In any case, it has been a productive month. I can’t wait to see what September brings. Hopefully some cooler weather, because these heat waves have been difficult, to say the least. Happy gaming, no matter where you find yourself!

Another Skein of Yarn Completed!

I finished spinning two skeins of merino/nylon blend and now I have a giant bobbin of squishy softness. I can’t wait to set the twist, and then knit something up with this. I’m thinking that I’ll dye it with avocado pits so that it turns a dusky antique rose. This is by far the thinnest and most constant spin I’ve gotten so far. I wish it was a three ply, but since I only have three bobbins, I figured I’d be safe (you need one bobbin to ply onto). Next? I’ll be live streaming making socks on my antique sock knitting machine on Wednesday! It should be exciting.

A Heavy Case of FOMO

I have played FFXIV off and on since the start – and I have never been able to stick with it steadily for more than a month or two at a time. I have no idea why, on paper this is the perfect game for me. I have no issues sticking with other games (I played EQ, EQ2, and WoW almost exclusively for many years) but for whatever reason, I just can’t seem to do it. Every time I see people talking about this game I want to jump right back in. I want to do player housing. I want to explore the new Island everyone is excited about. I want to level all my crafters, classes, and harvesters. I want the cute transmog. I want to get invested in the lore.

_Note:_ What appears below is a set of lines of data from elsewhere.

"""Quantities of the lamp and of a composite's card: output, its history, colours, dates."""

from collections.abc import Callable
from datetime import date
from typing import Final

from farside.physics.light.initiators import Initiator, molar_absorption
from farside.quantities.quantity import Quantity, Value
from farside.quantities.subject import Subject
from farside.trace.curves import VIOLET_BELOW_NM

_READINGS: Final = ("lamp.readings",)
# An initiator still serves a blue lamp where it keeps this much of its peak above the violet: ours.
_TAIL_SHARE: Final = 0.05


def _days_since(day: date | None, subject: Subject) -> Value | None:
    """Days from a date to the plan's; None where there is none, or where it has not come yet."""
    on = subject.trace.plan.on
    return None if day is None or day > on else float((on - day).days)


def _reading_age(subject: Subject) -> Value | None:
    readings = subject.trace.readings
    return _days_since(readings[-1].on, subject) if readings else None


def _of_baseline(subject: Subject) -> Value | None:
    if not _comparable(subject):
        return None
    first, last = subject.trace.readings[0], subject.trace.readings[-1]
    return last.radiant_exitance_mw_cm2 / first.radiant_exitance_mw_cm2


def _comparable(subject: Subject) -> Value | None:
    readings = subject.trace.readings
    if not readings:
        return None
    return (readings[0].meter, readings[0].sleeve) == (readings[-1].meter, readings[-1].sleeve)


def _of_stated(subject: Subject) -> Value | None:
    stated, bare = subject.trace.plan.lamp.stated_exitance_mw_cm2, subject.trace.bare_exitance_mw_cm2
    return None if stated is None or bare is None else bare / stated


def _latest(read: str) -> Callable[[Subject], Value | None]:
    def value(subject: Subject) -> Value | None:
        readings = subject.trace.readings
        return str(getattr(readings[-1], read)) if readings else None

    return value


def _violet_share(subject: Subject) -> Value | None:
    return float(sum(band.share for band in subject.trace.plan.mode.bands if band.peak_nm < VIOLET_BELOW_NM))


def _initiators(violet: bool) -> Callable[[Subject], Value | None]:
    def value(subject: Subject) -> Value | None:
        if subject.composite is None or subject.composite.initiators_provenance == "assumed":
            return None
        known = [initiator for initiator, _ in subject.composite.paste.parts]
        if violet:
            return float(sum(initiator.peak_nm < VIOLET_BELOW_NM for initiator in known))
        return float(sum(map(_serves_blue, known)))

    return value


def _serves_blue(initiator: Initiator) -> bool:
    left = molar_absorption(initiator, VIOLET_BELOW_NM) / initiator.peak_molar_absorption
    return initiator.peak_nm >= VIOLET_BELOW_NM or left >= _TAIL_SHARE


def _to_expiry(subject: Subject) -> Value | None:
    if subject.composite is None or subject.composite.expires is None:
        return None
    return float((subject.composite.expires - subject.trace.plan.on).days)


OF_LAMP: Final[tuple[Quantity, ...]] = (
    Quantity(
        "radiant_exitance_mw_cm2",
        "lamp",
        "mW/cm²",
        "what leaves its bare tip in this mode, by the latest reading",
        lambda subject: subject.trace.bare_exitance_mw_cm2,
        reads=_READINGS,
        formula="latest reading not after the plan's day / what its sleeve passed",
    ),
    Quantity(
        "reading_age_days",
        "lamp",
        "days",
        "since the latest reading in this mode",
        _reading_age,
        reads=_READINGS,
    ),
    Quantity(
        "output_of_baseline_share",
        "lamp",
        "",
        "latest reading over the first, same meter and sleeve",
        _of_baseline,
        reads=_READINGS,
    ),
    Quantity(
        "baseline_comparable",
        "lamp",
        "",
        "whether first and latest reading share meter and sleeve",
        _comparable,
        reads=_READINGS,
    ),
    Quantity(
        "output_of_stated_share",
        "lamp",
        "",
        "bare output over the maker's stated exitance",
        _of_stated,
        reads=(*_READINGS, "lamp.stated_exitance_mw_cm2"),
    ),
    Quantity("reading_meter", "lamp", "", "meter of the latest reading", _latest("meter"), reads=_READINGS),
    Quantity("reading_sleeve", "lamp", "", "sleeve of the latest reading", _latest("sleeve"), reads=_READINGS),
    Quantity(
        "tip_check_age_days",
        "lamp",
        "days",
        "since the tip was looked at",
        lambda subject: _days_since(subject.trace.plan.lamp.tip_checked_on, subject),
        reads=("lamp.tip.checked_on",),
    ),
    Quantity("violet_share", "lamp", "", "share of the mode's light in bands that peak under 430 nm", _violet_share),
    Quantity(
        "band_count",
        "lamp",
        "",
        "bands of the mode",
        lambda subject: float(len(subject.trace.plan.mode.bands)),
    ),
)

OF_COMPOSITE: Final[tuple[Quantity, ...]] = (
    Quantity(
        "days_to_expiry",
        "composite",
        "days",
        "to the date on the pack",
        _to_expiry,
        reads=("composite.expires",),
    ),
    Quantity(
        "complete_maker_rows_count",
        "composite",
        "",
        "maker's rows with irradiance, seconds and thickness",
        lambda subject: float(
            sum(row.provenance == "maker" for row in subject.composite.complete_rows()) if subject.composite else 0
        ),
    ),
    Quantity(
        "violet_initiator_count",
        "composite",
        "",
        "initiators known to peak under 430 nm",
        _initiators(violet=True),
        reads=("composite.initiators_known",),
    ),
    Quantity(
        "blue_initiator_count",
        "composite",
        "",
        "initiators known to take up light from 430 nm on",
        _initiators(violet=False),
        reads=("composite.initiators_known",),
    ),
)
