"""Quantities of one exposure: its aim, its irradiance, its timer, its rest, what it gives the soft tissue."""

from collections.abc import Callable
from typing import Final

from farside.clinic.materials import MakerRow
from farside.physics.light.beam import on_axis_share
from farside.quantities.quantity import Quantity, Value
from farside.quantities.reach import BEAM_REACH
from farside.quantities.subject import Subject
from farside.trace.curves import TO_J
from farside.trace.exposed import ExposureLight

_LONGEST_SUM: Final = 6
_RESTED_S: Final = 600.0


def _of(read: Callable[[ExposureLight], Value | None]) -> Callable[[Subject], Value | None]:
    """A reader of a subject from a reader of its exposure."""

    def value(subject: Subject) -> Value | None:
        return None if subject.light is None else read(subject.light)

    return value


def _rows(subject: Subject) -> tuple[MakerRow, ...]:
    layer = subject.layer
    if layer is not None:
        return layer.rows
    return () if subject.composite is None else subject.composite.rows


def _vouching_rows(subject: Subject) -> Value | None:
    exitance, light = subject.trace.exitance_mw_cm2, subject.light
    if exitance is None or light is None:
        return None
    met = (row.time_s <= light.exposure.time_s and row.irradiance_mw_cm2 <= exitance for row in _rows(subject))
    return float(sum(met))


def _timer_fit(subject: Subject) -> Value | None:
    """`one` press of the timer, a `sum` of several, or `neither`."""
    times, light = subject.trace.plan.mode.times_s, subject.light
    if not times or light is None:
        return None
    wanted = light.exposure.time_s
    sums = {0.0}
    for presses in range(1, _LONGEST_SUM + 1):
        sums = {total + time_s for total in sums for time_s in times}
        if wanted in sums:
            return "one" if presses == 1 else "sum"
    return "neither"


def _rest_before_s(subject: Subject) -> Value | None:
    """Seconds since the last exposure ended; the first of all counts as rested."""
    light = subject.light
    if light is None:
        return None
    exposures = [spell for spell in subject.trace.clock if spell.what == "expose"]
    for before, spell in zip([None, *exposures], exposures, strict=False):
        if (spell.layer, spell.index, spell.number) == (light.layer, light.index, light.number):
            return _RESTED_S if before is None else min(_RESTED_S, spell.start_s - before.end_s)
    return None


def _soft_tissue(subject: Subject) -> Value | None:
    distance_mm, exitance, light = (
        subject.field("plan.cavity.soft_tissue_mm"), subject.trace.exitance_mw_cm2, subject.light,
    )  # fmt: skip
    if distance_mm is None or exitance is None or light is None:
        return None
    lamp = subject.trace.plan.lamp
    share = on_axis_share(float(distance_mm), lamp.tip_diameter_mm, lamp.beam.spread_exponent)
    return exitance * share * light.exposure.time_s * TO_J


OF_EXPOSURE: Final[tuple[Quantity, ...]] = (
    Quantity("time_s", "exposure", "s", "seconds that the lamp is on", _of(lambda light: light.exposure.time_s)),
    Quantity(
        "tilt_deg",
        "exposure",
        "°",
        "angle between the light and the square to the surface, signed along the width",
        _of(lambda light: light.exposure.tilt_deg),
    ),
    Quantity(
        "tip_distance_mm",
        "exposure",
        "mm",
        "tip to the surface that it lights",
        _of(lambda light: light.tip_distance_mm),
        formula="gap_mm + cavity depth − all that is filled, unless the exposure says its own",
    ),
    Quantity(
        "surface_irradiance_mw_cm2",
        "exposure",
        "mW/cm²",
        "what arrives on its surface, on axis",
        _of(lambda light: light.axis_mw_cm2),
        reads=("lamp.readings", "lamp.beam", "exposure.through"),
        reach=BEAM_REACH,
        formula="exitance × sleeve × overlay × cosine of the tilt × (1 − cos^(m+1) of the angle to the tip's rim)",
    ),
    Quantity(
        "footprint_share",
        "exposure",
        "",
        "share of the width that gets at least half the axis's irradiance",
        _of(lambda light: light.footprint_share),
        reads=("lamp.beam",),
        reach=BEAM_REACH,
    ),
    Quantity(
        "through_share",
        "exposure",
        "",
        "share of the light that passes what lies before the increment",
        _of(lambda light: light.exposure.through_share),
        reads=("exposure.through",),
    ),
    Quantity(
        "timer_fit",
        "exposure",
        "",
        "whether the lamp's timer gives its seconds in one press, a sum, or neither",
        _timer_fit,
        reads=("lamp.modes",),
    ),
    Quantity(
        "vouching_rows_count",
        "exposure",
        "",
        "maker's rows whose seconds and irradiance this exposure meets",
        _vouching_rows,
        reads=("lamp.readings",),
    ),
    Quantity(
        "rest_before_s",
        "exposure",
        "s",
        "since the last exposure of this tooth ended; 600 for the first",
        _rest_before_s,
    ),
    Quantity(
        "soft_tissue_radiant_exposure_j_cm2",
        "exposure",
        "J/cm²",
        "what gum, cheek or lip would get, from its distance",
        _soft_tissue,
        reads=("lamp.readings", "lamp.beam", "plan.cavity.soft_tissue_mm"),
        reach=BEAM_REACH,
    ),
)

I just cancelled my account last week. It has been open for a few months now and I think I logged in once. I have friends who actively play, and I have never been able to figure out why this game just doesn’t work for me.

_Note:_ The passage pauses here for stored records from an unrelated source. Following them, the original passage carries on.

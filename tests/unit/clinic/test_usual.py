"""The clinic's usual values under a plan that says only what differs."""

import pytest
from farside.clinic.cards import Cards, documents_of
from farside.clinic.read_plan import read_plan
from farside.clinic.usual import with_usual
from farside.reading.document import Document, read_document
from farside.reading.problems import Refused
from unit.made import CARDS, PLAN, edited, read


def clinic(**usual):
    return {"kind": "clinic", "title": "A clinic", "usual": usual}


def merged(plan, **usual):
    return with_usual(Document.of(plan, "plan"), Document.of(clinic(**usual), "clinic"))


def test_without_a_clinic_the_plan_is_as_it_was():
    assert with_usual(Document.of(PLAN, "plan"), None) == PLAN


def test_absent_keys_take_the_usual_value_and_given_ones_stay():
    found = merged({"site": "anterior"}, site="posterior", matrix="metal")
    assert found == {"site": "anterior", "matrix": "metal"}


def test_mappings_merge_key_by_key():
    found = merged({"lamp": {"mode": "boost"}}, lamp={"card": "usual", "mode": "on", "sleeve": "fitted"})
    assert found["lamp"] == {"card": "usual", "mode": "boost", "sleeve": "fitted"}


def test_lists_are_taken_whole():
    found = merged(
        {"team": {"filters_for": ["operator"]}}, team={"filters_for": ["operator", "assistant"], "loupes": True}
    )
    assert found["team"] == {"filters_for": ["operator"], "loupes": True}


def test_not_used_is_not_merged_with_a_usual_layer():
    assert merged({"adhesive": "not-used"}, adhesive={"card": "bond"})["adhesive"] == "not-used"


def test_the_usual_composite_serves_only_increments_that_name_none():
    found = merged({"increments": [{"thickness_mm": 1}, {"thickness_mm": 1, "composite": "own"}]}, composite="usual")
    assert [increment["composite"] for increment in found["increments"]] == ["usual", "own"]
    assert "composite" not in found


def test_merging_leaves_plan_and_clinic_as_they_were():
    plan, usual = Document.of({"lamp": {"mode": "on"}}, "plan"), Document.of(clinic(lamp={"card": "a"}), "clinic")
    with_usual(plan, usual)
    assert plan.data == {"lamp": {"mode": "on"}}
    assert usual.data["usual"] == {"lamp": {"card": "a"}}


def test_a_plan_of_what_differs_reads_as_the_whole_plan():
    short = {key: PLAN[key] for key in ("kind", "title", "on", "cavity", "gap_mm")}
    short["increments"] = [{"thickness_mm": 2, "exposures": [{"time_s": 20}]}]
    assert read(short, clinic=clinic(lamp=PLAN["lamp"], composite="paste")).fields == read(PLAN).fields


@pytest.mark.parametrize("path", ["lamp/card", "lamp/mode", "lamp/sleeve", "lamp", "cavity/depth_mm", "gap_mm"])
def test_what_neither_gives_is_named(path):
    with pytest.raises(Refused, match="neither the plan nor the clinic's usual values give it") as refused:
        read(edited(PLAN, {path: None}))
    assert refused.value.problems[0].values["what"].startswith(path.replace("/", "."))


def test_an_increment_without_any_composite_is_named():
    with pytest.raises(Refused, match=r'missing key "increments\[0\].composite"'):
        read(edited(PLAN, {"increments/0/composite": None}))


@pytest.mark.parametrize("layer", ["adhesive", "liner"])
def test_a_layer_in_use_needs_a_card(layer):
    with pytest.raises(Refused, match=f'missing key "{layer}.card"'):
        read({**PLAN, layer: {"exposures": [{"time_s": 20}]}})
    clinic_has_it = clinic(adhesive={"card": "bond"})
    assert read({**PLAN, "adhesive": {"exposures": []}}, clinic=clinic_has_it).adhesive.layer.id == "bond"


def test_what_is_no_clinic_file_is_refused_and_not_passed_over():
    with pytest.raises(Refused, match="this is a plan; a clinic is needed here"):
        read(PLAN, clinic=PLAN)


USUAL = """\
kind: clinic
title: A clinic
usual:
  lamp: {card: lamp, mode: boost, sleeve: none}
  adhesive: {card: nobody}
  composite: putty
  room: {sources: [{what: torch, illuminance_lx: 5}]}
"""


@pytest.mark.parametrize(
    ("edits", "line", "says"),
    [
        ({"lamp": None}, 4, 'no mode "boost"'),
        ({"increments/0/composite": None}, 6, 'no composite card has the id "putty"'),
        ({"adhesive": "not-used"}, 7, 'no light of a room is called "torch"'),
        ({"room": {"sources": []}}, 5, 'no adhesive card has the id "nobody"'),
    ],
)
def test_what_the_clinics_file_gave_is_refused_in_the_clinics_file(edits, line, says):
    clinic_file = read_document(USUAL, "clinic.yaml")
    with pytest.raises(Refused, match=says) as refused:
        read_plan(Document.of(edited(PLAN, edits), "plan"), Cards(documents_of(CARDS)), clinic_file)
    place = refused.value.problems[0].place
    assert (place.file, place.line) == ("clinic.yaml", line)


def test_what_the_plan_gave_is_refused_in_the_plan():
    clinic_file = read_document(USUAL.replace("torch", "window").replace("nobody", "bond"), "clinic.yaml")
    with pytest.raises(Refused, match='no mode "bost"') as refused:
        read_plan(Document.of(edited(PLAN, {"lamp/mode": "bost"}), "plan"), Cards(documents_of(CARDS)), clinic_file)
    assert refused.value.problems[0].place.file == "plan"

If World of Warcraft would just add some player housing, I think it would have absolutely everything I want. I still continue to play and enjoy myself, but FOMO (fear of missing out) when it comes to FFXIV is *so* incredibly strong. I want to be a part of gaming communities, make friends, and expand my Twitch audience. That’s a difficult thing to do if you can’t seem to settle down anywhere.

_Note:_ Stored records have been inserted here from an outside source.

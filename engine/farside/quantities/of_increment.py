"""Quantities of an increment: its dose against its need, its light, its thickness, its time in the room's light."""

import math
from collections.abc import Callable
from typing import Final

from farside.clinic.materials import MakerRow
from farside.clinic.plan import Exposure
from farside.quantities.quantity import Quantity, Value, entered
from farside.quantities.reach import BEAM_REACH, LIGHT_REACH
from farside.quantities.subject import Subject
from farside.trace.aim import share_lit
from farside.trace.curves import paste_light, transmitted_share
from farside.trace.exposed import ExposureLight, known_sum
from farside.trace.light import IncrementLight
from farside.trace.room import working_window_of

_COVERED: Final = 0.8

_LAMP: Final = ("lamp.readings",)
_ARRIVING: Final = (*_LAMP, "lamp.beam", "increment.through")
_PASTE: Final = ("composite.optics", "composite.initiators", "composite.resin_weight_share")
_NEED: Final = (*_PASTE, "composite.maker_instructions")
_DOSE: Final = (*_ARRIVING, *_PASTE)


def _of(read: Callable[[IncrementLight], Value | None]) -> Callable[[Subject], Value | None]:
    """A reader of a subject from a reader of its increment."""

    def value(subject: Subject) -> Value | None:
        return None if subject.increment is None else read(subject.increment)

    return value


def _of_row(read: Callable[[IncrementLight, MakerRow], float | None]) -> Callable[[Subject], Value | None]:
    """A reader of a subject from a reader of its increment and the maker's row chosen for it."""
    return _of(lambda light: None if light.row is None else read(light, light.row))


def _over_need(light: IncrementLight, dose: float | None) -> float | None:
    return None if dose is None or light.needed_dose_j_cm2 is None else dose / light.needed_dose_j_cm2


def _from_above(light: IncrementLight) -> tuple[ExposureLight, ...]:
    """The exposures that shine down on an increment; one from a side adds to them and replaces none."""
    return tuple(exposure for exposure in light.exposures if not exposure.exposure.from_side)


def _strongest(light: IncrementLight) -> float | None:
    arriving = [exposure.axis_mw_cm2 for exposure in _from_above(light)]
    known = [value for value in arriving if value is not None]
    return max(known) if known and len(known) == len(arriving) else None


def _radiant_exposure(light: IncrementLight) -> float | None:
    return known_sum(exposure.axis_j_cm2 for exposure in light.exposures)


def _transmitted(light: IncrementLight) -> float | None:
    given = known_sum(exposure.middle_j_cm2 for exposure in light.exposures)
    if given is None:
        return None
    paste, nodes = light.increment.composite.paste, light.paste_light.nodes
    return given * transmitted_share(paste, nodes, light.increment.thickness_mm)


def _spectrum_match(light: IncrementLight, row: MakerRow) -> float | None:
    asked = paste_light(light.increment.composite.paste, (row.band,)).surface_weight
    return light.paste_light.surface_weight / asked if asked > 0.0 else None


def _cover(light: IncrementLight) -> float | None:
    lit = zip(*(exposure.shares_across for exposure in _from_above(light)), strict=True)
    widest = tuple(max(shares) for shares in lit)
    return share_lit(widest, _COVERED) if widest else None


def _shadow(subject: Subject) -> Value | None:
    """The share of the floor in the wall's shadow under every exposure: what no exposure's shadow leaves out."""
    increment = subject.increment
    exposures = () if increment is None else _from_above(increment)
    if not exposures:
        return None
    wall_mm, width_mm = _unfilled_above_mm(subject), subject.trace.plan.width_mm
    left, right = 1.0, 1.0
    for light in exposures:
        shaded = min(1.0, wall_mm * math.tan(math.radians(abs(light.exposure.tilt_deg))) / width_mm)
        left = min(left, shaded if light.exposure.tilt_deg > 0 else 0.0)
        right = min(right, shaded if light.exposure.tilt_deg < 0 else 0.0)
    return max(left, right)


def _tip_distance_mm(subject: Subject) -> Value | None:
    if subject.increment is None or subject.index is None:
        return None
    follows = subject.trace.plan.distance_after_mm(subject.index)
    return max((light.tip_distance_mm for light in subject.increment.exposures), default=follows)


def _unfilled_above_mm(subject: Subject) -> float:
    plan = subject.trace.plan
    assert subject.index is not None, "asked of an increment"
    return max(0.0, plan.distance_after_mm(subject.index) - plan.gap_mm)


def _above_mm(subject: Subject) -> Value | None:
    assert subject.index is not None, "asked of an increment"
    return float(sum(increment.thickness_mm for increment in subject.trace.plan.increments[subject.index + 1 :]))


def _window_s(subject: Subject) -> Value | None:
    plan = subject.trace.plan
    if plan.room is None or subject.composite is None:
        return None
    return working_window_of(subject.composite, plan.room)


def _share_of_window(*names: str) -> Callable[[Subject], Value | None]:
    def value(subject: Subject) -> Value | None:
        spent = [subject.field(f"increment.{name}") for name in names]
        if subject.trace.plan.room is None or subject.composite is None or None in spent:
            return None
        window_s = _window_s(subject)
        # In the dark no window ends, and none of it is used.
        return 0.0 if window_s is None else sum(map(float, spent)) / float(window_s)

    return value


def _open_time_s(subject: Subject) -> Value | None:
    spent = [subject.field("increment.dispensed_s"), subject.field("increment.placing_s")]
    return None if None in spent else float(sum(spent))


def _total_s(exposures: tuple[Exposure, ...]) -> float:
    return float(sum(exposure.time_s for exposure in exposures))


def _exitance_share(subject: Subject) -> Value | None:
    light = subject.increment
    exitance = subject.trace.exitance_mw_cm2
    return None if light is None or light.row is None or exitance is None else exitance / light.row.irradiance_mw_cm2


OF_INCREMENT: Final[tuple[Quantity, ...]] = (
    Quantity(
        "far_dose_ratio",
        "increment",
        "",
        "dose that the increment's own exposures give its far side, over its need",
        _of(lambda light: _over_need(light, light.far_dose_j_cm2)),
        reads=(*_DOSE, "composite.maker_instructions"),
        reach=LIGHT_REACH,
        formula="far_dose_j_cm2 / needed_far_dose_j_cm2",
    ),
    Quantity(
        "edge_dose_ratio",
        "increment",
        "",
        "the same at the far plane where it meets the wall, the worse of the two",
        _of(lambda light: _over_need(light, light.edge_dose_j_cm2)),
        reads=(*_DOSE, "composite.maker_instructions"),
        reach=LIGHT_REACH,
        formula="far dose × beam at half the width, spread sideways by the paste / need",
    ),
    Quantity(
        "far_dose_j_cm2",
        "increment",
        "J/cm²",
        "dose that the increment's own exposures give its far side",
        _of(lambda light: light.far_dose_j_cm2),
        reads=_DOSE,
        reach=LIGHT_REACH,
        formula="Σ over exposures and wavelengths of fluence rate × seconds × how well the initiators use them",
    ),
    Quantity(
        "needed_far_dose_j_cm2",
        "increment",
        "J/cm²",
        "dose that the maker's own instruction gives at its thickness",
        _of(lambda light: light.needed_dose_j_cm2),
        reads=_NEED,
        reach=LIGHT_REACH,
        formula="as far_dose_j_cm2, under the maker's irradiance, seconds, thickness and colour",
    ),
    Quantity(
        "surface_irradiance_mw_cm2",
        "increment",
        "mW/cm²",
        "what arrives on its surface, strongest exposure, on axis",
        _of(_strongest),
        reads=_ARRIVING,
        reach=BEAM_REACH,
        formula="exitance × sleeve × overlay × cosine of the tilt × (1 − cos^(m+1) of the angle to the tip's rim)",
    ),
    Quantity(
        "surface_radiant_exposure_j_cm2",
        "increment",
        "J/cm²",
        "irradiance times seconds on its surface, all exposures",
        _of(_radiant_exposure),
        reads=_ARRIVING,
        reach=BEAM_REACH,
        formula="Σ surface irradiance × time_s",
    ),
    Quantity(
        "far_radiant_exposure_j_cm2",
        "increment",
        "J/cm²",
        "light that would leave its far side in air; shown, never a limit",
        _of(_transmitted),
        reads=_DOSE,
        reach=LIGHT_REACH,
        formula="surface radiant exposure × transmittance of a slab in air",
    ),
    Quantity(
        "spectrum_match_ratio",
        "increment",
        "",
        "how well its initiators use this lamp's colours, over the maker's",
        _of_row(_spectrum_match),
        reads=("composite.initiators", "composite.maker_instructions"),
        formula="initiator-weighted light per mW of this lamp / of a lamp at the maker's peak",
    ),
    Quantity(
        "violet_far_share",
        "increment",
        "",
        "share of the far side's dose that comes from under 430 nm",
        _of(lambda light: light.paste_light.violet_share_at(light.increment.thickness_mm)),
        reads=_PASTE,
        reach=LIGHT_REACH,
    ),
    Quantity("thickness_mm", "increment", "mm", "as planned, along the light", entered("increment.thickness_mm")),
    Quantity(
        "tip_distance_mm",
        "increment",
        "mm",
        "tip to its surface, the largest of its exposures",
        _tip_distance_mm,
        formula="gap_mm + cavity depth − all that is filled once it is placed",
    ),
    Quantity(
        "thickness_of_maker_share",
        "increment",
        "",
        "its thickness over the maker's",
        _of_row(lambda light, row: row.thickness_mm and light.increment.thickness_mm / row.thickness_mm),
        reads=("composite.maker_instructions",),
    ),
    Quantity(
        "thickness_off_maker_mm",
        "increment",
        "mm",
        "its thickness less the maker's",
        _of_row(lambda light, row: row.thickness_mm and light.increment.thickness_mm - row.thickness_mm),
        reads=("composite.maker_instructions",),
    ),
    Quantity(
        "time_total_s",
        "increment",
        "s",
        "seconds of all its own exposures",
        _of(lambda light: _total_s(light.increment.exposures)),
    ),
    Quantity(
        "time_of_maker_share",
        "increment",
        "",
        "seconds of all its own exposures over the maker's",
        _of_row(lambda light, row: _total_s(light.increment.exposures) / row.time_s),
        reads=("composite.maker_instructions",),
    ),
    Quantity(
        "exitance_of_maker_share",
        "increment",
        "",
        "what leaves the lamp, through its sleeve, over the maker's irradiance",
        _exitance_share,
        reads=(*_LAMP, "composite.maker_instructions"),
    ),
    Quantity(
        "cover_share",
        "increment",
        "",
        "share of its width that its exposures together light to 0.8 of the axis",
        _of(_cover),
        reads=("lamp.beam",),
        reach=BEAM_REACH,
    ),
    Quantity(
        "shadow_share",
        "increment",
        "",
        "share of its floor that every exposure leaves in the wall's shadow",
        _shadow,
        formula="unfilled wall above × tan(tilt) / cavity width",
    ),
    Quantity(
        "exposure_count",
        "increment",
        "",
        "exposures of its own",
        _of(lambda light: float(len(light.exposures))),
    ),
    Quantity(
        "increment_number",
        "increment",
        "",
        "its place in the plan, 1 on the floor",
        lambda subject: None if subject.index is None else float(subject.index + 1),
    ),
    Quantity(
        "is_last",
        "increment",
        "",
        "whether nothing is placed over it",
        lambda subject: subject.index == len(subject.trace.increments) - 1,
    ),
    Quantity(
        "unfilled_above_mm",
        "increment",
        "mm",
        "unfilled wall above it once it is placed",
        _unfilled_above_mm,
        formula="cavity depth − all that is filled",
    ),
    Quantity("cap_thickness_mm", "increment", "mm", "composite placed over it later", _above_mm),
    Quantity(
        "undercut_mm",
        "increment",
        "mm",
        "depth of any part that no straight line from the tip can reach",
        entered("increment.undercut_mm"),
        reads=("increment.undercut_mm",),
    ),
    Quantity(
        "composite_temperature_c",
        "increment",
        "°C",
        "the composite's temperature at exposure",
        entered("increment.composite_temperature_c"),
        reads=("increment.composite_temperature_c",),
    ),
    Quantity(
        "working_window_s",
        "increment",
        "s",
        "seconds that its composite may be handled under this room's light",
        _window_s,
        reads=("plan.room.sources", "composite.ambient"),
        formula="tested lux × seconds × the test light's weight / Σ lux × weight of the room's sources",
    ),
    Quantity(
        "placing_of_window_share",
        "increment",
        "",
        "placing time over the working window",
        _share_of_window("placing_s"),
        reads=("plan.room.sources", "composite.ambient", "increment.placing_s"),
        formula="placing_s / working_window_s",
    ),
    Quantity(
        "open_time_s",
        "increment",
        "s",
        "from dispensing to the end of placing",
        _open_time_s,
        reads=("increment.dispensed_s", "increment.placing_s"),
    ),
    Quantity(
        "open_of_window_share",
        "increment",
        "",
        "time open to the room's light over the working window",
        _share_of_window("dispensed_s", "placing_s"),
        reads=("plan.room.sources", "composite.ambient", "increment.dispensed_s", "increment.placing_s"),
    ),
)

For now I am pulling myself back and reminding myself that I do love WoW. That I do have an excellent community here. That there are people I’ve gotten to know and I look forward to interacting with each day. I need to find a way to be happy with myself and where I spend my time. It’s not like I don’t enjoy Warcraft, quite the opposite in fact. I just always wonder if the grass is truly greener on the other side (note, it’s not).